We humans observe this natural occurring phenomenon called conception, letting that determine viability. This is resoundingly more scientific than letting court room debate, and a very small group of people determine when human life begins by arbitrarily defining “viable.”

Lastly, and in close, the sanctity of human life is something part and parcel to every citizen of the United States that loves the Declaration of Independence. It proposes that humans’ dignity is endowed by a human’s shear existing, coming from the Creator.

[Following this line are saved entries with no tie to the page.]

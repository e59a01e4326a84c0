// SPDX-License-Identifier: Apache-2.0
package reedling.coupling;

import static reedling.contact.ContactBlock.at;

import reedling.contact.Column;
import reedling.particle.GrainRow;

/**
 * One row of a grain on a wall facet or a wire, as the gather stages of both fill it; scratch of one worker.
 *
 * <p>Where a sphere formula needs the second body's rotation, levers run along the normal on both sides.
 */
final class SurfaceRow {

    /** Unit normal from the grain to the surface. */
    final double[] normal = new double[3];

    /** Velocity of the second body at its axis or at the contact point, m/s. */
    final double[] velocity = new double[3];

    /** Spin of the second body, rad/s. */
    final double[] spin = new double[3];

    /** Rate at which the normal turns, 1/s, as a vector d normal / dt. */
    final double[] normalRate = new double[3];

    /** Signed overlap, m. */
    double overlap;

    /** Lever on the second body, m; 0 where {@link #velocity} is that of the contact point. */
    double leverSecond;

    /** What the second body adds to the inverse mass along the normal, across it, and to the inverse inertia. */
    double inverseMass;

    double inverseMassSliding;
    double inverseInertia;

    /** Effective radius, m. */
    double effectiveRadius;

    /** Reach of the laws over gaps, m. */
    double reach;

    /** Relative velocity of the centres, m/s, as {@link #write} found it. */
    final double[] relative = new double[3];

    /** Takes the relative velocity of the grain at a row index and the second body. */
    void relativeTo(double[] rows, int grainAt) {
        for (int axis = 0; axis < 3; axis++) {
            relative[axis] = rows[grainAt + GrainRow.V + axis] - velocity[axis];
        }
    }

    /** Writes the gather columns of row r of a block. */
    void write(double[] c, int r, double[] rows, int grainAt, double halfStep) {
        double nx = normal[0], ny = normal[1], nz = normal[2];
        double lever = rows[grainAt + GrainRow.RADIUS] - 0.5 * overlap;
        double inverseMassGrain = rows[grainAt + GrainRow.INVERSE_MASS];
        double inverseInertiaGrain = rows[grainAt + GrainRow.INVERSE_INERTIA];
        double closing = Math.fma(relative[0], nx, Math.fma(relative[1], ny, relative[2] * nz));
        // surface speed from spins: (l1 w1 + l2 w2) x n
        double sx = Math.fma(lever, rows[grainAt + GrainRow.W], leverSecond * spin[0]);
        double sy = Math.fma(lever, rows[grainAt + GrainRow.W + 1], leverSecond * spin[1]);
        double sz = Math.fma(lever, rows[grainAt + GrainRow.W + 2], leverSecond * spin[2]);
        c[at(Column.NORMAL) + r] = nx;
        c[at(Column.NORMAL + 1) + r] = ny;
        c[at(Column.NORMAL + 2) + r] = nz;
        c[at(Column.OVERLAP) + r] = overlap;
        c[at(Column.SLIDING) + r] = Math.fma(-closing, nx, relative[0]) + (sy * nz - sz * ny);
        c[at(Column.SLIDING + 1) + r] = Math.fma(-closing, ny, relative[1]) + (sz * nx - sx * nz);
        c[at(Column.SLIDING + 2) + r] = Math.fma(-closing, nz, relative[2]) + (sx * ny - sy * nx);
        c[at(Column.INVERSE_MASS) + r] = inverseMassGrain + inverseMass;
        c[at(Column.INVERSE_MASS_SLIDING) + r] =
                Math.fma(lever * lever, inverseInertiaGrain, inverseMassGrain) + inverseMassSliding;
        c[at(Column.INVERSE_INERTIA) + r] = inverseInertiaGrain + inverseInertia;
        for (int axis = 0; axis < 3; axis++) {
            c[at(Column.SPIN + axis) + r] = rows[grainAt + GrainRow.W + axis] - spin[axis];
            c[at(Column.MEAN_NORMAL + axis) + r] = Math.fma(-halfStep, normalRate[axis], normal[axis]);
        }
        c[at(Column.LEVER_FIRST) + r] = lever;
        c[at(Column.LEVER_SECOND) + r] = leverSecond;
        c[at(Column.TOUCH) + r] = overlap > -reach ? 1.0 : 0.0;
        c[at(Column.EFFECTIVE_RADIUS) + r] = effectiveRadius;
        c[at(Column.EFFECTIVE_MASS) + r] = 1 / inverseMassGrain;
        c[at(Column.CLOSING) + r] = closing;
    }

    /** Writes a row that fills up a tile: far apart, at rest, finite everywhere. */
    static void writeIdle(double[] c, int r) {
        for (int column = 0; column <= Column.INVERSE_MASS_SLIDING; column++) {
            c[at(column) + r] = 0;
        }
        c[at(Column.NORMAL + 2) + r] = 1;
        c[at(Column.MEAN_NORMAL + 2) + r] = 1;
        c[at(Column.OVERLAP) + r] = -1;
        c[at(Column.INVERSE_MASS) + r] = 1;
        c[at(Column.INVERSE_MASS_SLIDING) + r] = 1;
        c[at(Column.INVERSE_INERTIA) + r] = 1;
        c[at(Column.EFFECTIVE_RADIUS) + r] = 1;
        c[at(Column.EFFECTIVE_MASS) + r] = 1;
    }
}
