// SPDX-License-Identifier: Apache-2.0
package reedling.coupling;

import java.io.IOException;
import java.util.Arrays;
import reedling.checkpoint.SectionReader;
import reedling.checkpoint.SectionWriter;

/**
 * What one chunk keeps of its grains near wires: the grains, for each the elements it may touch before the next search,
 * and the contact rows by material pair.
 */
final class WireChunk {

    private final NearGrains near = new NearGrains();
    private final WireRows[] rows;
    private final int[][] lastRow;
    private int[] candidateStart = new int[16];
    private int[] candidates = new int[64];
    private int candidateCount;

    WireChunk(int materialPairs, int historyColumns) {
        rows = new WireRows[materialPairs];
        Arrays.setAll(rows, pair -> new WireRows(historyColumns));
        lastRow = new int[materialPairs][0];
    }

    NearGrains near() {
        return near;
    }

    WireRows[] rows() {
        return rows;
    }

    void open(int firstGrain, int endGrain) {
        near.open(firstGrain, endGrain);
        candidateCount = 0;
        for (WireRows one : rows) {
            one.clear();
        }
    }

    /** Begins the candidates of a grain, the next of the near grains. */
    void beginGrain(int grain) {
        near.add(grain);
        int number = near.count() - 1;
        if (number + 2 > candidateStart.length) {
            candidateStart = Arrays.copyOf(candidateStart, 2 * candidateStart.length);
        }
        candidateStart[number] = candidateCount;
        candidateStart[number + 1] = candidateCount;
        for (int pair = 0; pair < lastRow.length; pair++) {
            if (number >= lastRow[pair].length) {
                lastRow[pair] = Arrays.copyOf(lastRow[pair], Math.max(16, 2 * number));
            }
            lastRow[pair][number] = -1;
        }
    }

    /** Adds an element to the grain begun last; elements come in ascending order. */
    void addCandidate(int element) {
        if (candidateCount == candidates.length) {
            candidates = Arrays.copyOf(candidates, 2 * candidateCount);
        }
        candidates[candidateCount++] = element;
        candidateStart[near.count()] = candidateCount;
    }

    int candidateStart(int nearNumber) {
        return candidateStart[nearNumber];
    }

    int candidateEnd(int nearNumber) {
        return candidateStart[nearNumber + 1];
    }

    int candidate(int place) {
        return candidates[place];
    }

    /** Last row of a near grain in a material pair, or -1; the others are chained to it. */
    int lastRow(int pair, int nearNumber) {
        return lastRow[pair][nearNumber];
    }

    /** Adds a row of a near grain on a wire. */
    int addRow(int pair, int nearNumber, int wire, double effectiveRadius, int ghost) {
        int row = rows[pair].add(
                near.grain(nearNumber), wire, nearNumber, lastRow[pair][nearNumber], effectiveRadius, ghost);
        lastRow[pair][nearNumber] = row;
        return row;
    }

    /** Writes near grains, candidates and rows. */
    void save(SectionWriter out) throws IOException {
        out.writeInt(near.count());
        for (int number = 0; number < near.count(); number++) {
            out.writeInt(near.grain(number));
            out.writeInt(candidateEnd(number) - candidateStart(number));
        }
        out.writeInts(candidates, 0, candidateCount);
        for (WireRows one : rows) {
            one.save(out);
        }
    }

    /** Reads what {@link #save} wrote into an opened chunk. */
    void restore(SectionReader in, int ghost) {
        int count = in.readInt();
        int[] grains = new int[count];
        int[] elements = new int[count];
        int total = 0;
        for (int k = 0; k < count; k++) {
            grains[k] = in.readInt();
            elements[k] = in.readInt();
            total += elements[k];
        }
        int[] listed = new int[total];
        in.readInts(listed, 0, total);
        int next = 0;
        for (int k = 0; k < count; k++) {
            beginGrain(grains[k]);
            for (int e = 0; e < elements[k]; e++) {
                addCandidate(listed[next++]);
            }
        }
        for (int pair = 0; pair < rows.length; pair++) {
            restoreRows(pair, in, ghost);
        }
    }

    private void restoreRows(int pair, SectionReader in, int ghost) {
        WireRows into = rows[pair];
        int count = in.readInt();
        int[] grain = new int[count];
        int[] wire = new int[count];
        int[] number = new int[count];
        in.readInts(grain, 0, count);
        in.readInts(wire, 0, count);
        in.readInts(number, 0, count);
        for (int k = 0; k < count; k++) {
            addRow(pair, number[k], wire[k], 0, ghost); // the effective radius stands in the geometry
        }
        in.readInts(into.element(), 0, count);
        in.readLongs(into.seen(), 0, count);
        in.readDoubles(into.geometry(), 0, WireRows.GEOMETRY * count);
        into.segment().restoreHistory(in);
    }
}
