// SPDX-License-Identifier: Apache-2.0
package reedling.coupling;

import reedling.contact.ContactBlock;
import reedling.neighbour.PairSegment;
import reedling.particle.GrainStore;

/** The rows a stage works on: a block, where its rows come from, and what they add up to. One a worker. */
final class RowRange {

    private final ContactBlock block = new ContactBlock();
    private PairSegment segment = new PairSegment(1, false);
    private int from;
    private double[] grainRows = new double[0];
    private double[] forces = new double[0];
    private ContactTally tally = new ContactTally();

    /** Opens rows {@code from ..} of a segment, at most a block of them. */
    void open(PairSegment source, int first, StepContext step, GrainStore grains, ContactTally sums) {
        segment = source;
        from = first;
        grainRows = grains.rows();
        forces = grains.forces();
        tally = sums;
        int rows = Math.min(ContactBlock.CAPACITY, source.paddedCount() - first);
        block.open(
                rows,
                step.pastStep(),
                source.history(),
                source.historyAt(first),
                source.historyColumns(),
                step.energyDue());
        block.reportDuration(sums.shortestDuration());
        block.reach(source.reach());
    }

    ContactBlock block() {
        return block;
    }

    PairSegment segment() {
        return segment;
    }

    /** Row of the segment that is row 0 of the block. */
    int from() {
        return from;
    }

    double[] grainRows() {
        return grainRows;
    }

    double[] forces() {
        return forces;
    }

    float[] ledger() {
        return segment.ledgerHistory();
    }

    int ledgerAt() {
        return PairSegment.ledgerAt(from);
    }

    ContactTally tally() {
        return tally;
    }
}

This is what makes them unalienable.  The benefit this constitutional link to the Creator provides is incalculable, laying an unassailable connection between creature and Creator that no government can get in the middle of — so long as the people hold fast to that constitutional truth.  The Declaration of Independence also claims that “all men are created equal,” which is repeating and upholding that Scriptural claim that God’s Spirit knits people together in the womb, and man and woman are participants of that creational process. Scripture further notes that God knew people before one of their days were. In short, the foundational document, the Declaration of Independence, maximizes the sanctity of human life; the arbitrarily, court-roomed defined “viable” marginalizes the importance of human life by making it determined by a kind of lawyer elitist debate. I don’t know about you, but I have very little interest in letting elites of any type determine things for me. I prefer the scientific, natural moment of conception to define viable, and with that position, move in the same direction as the Declaration of Independence in maximizing the sanctity of human life.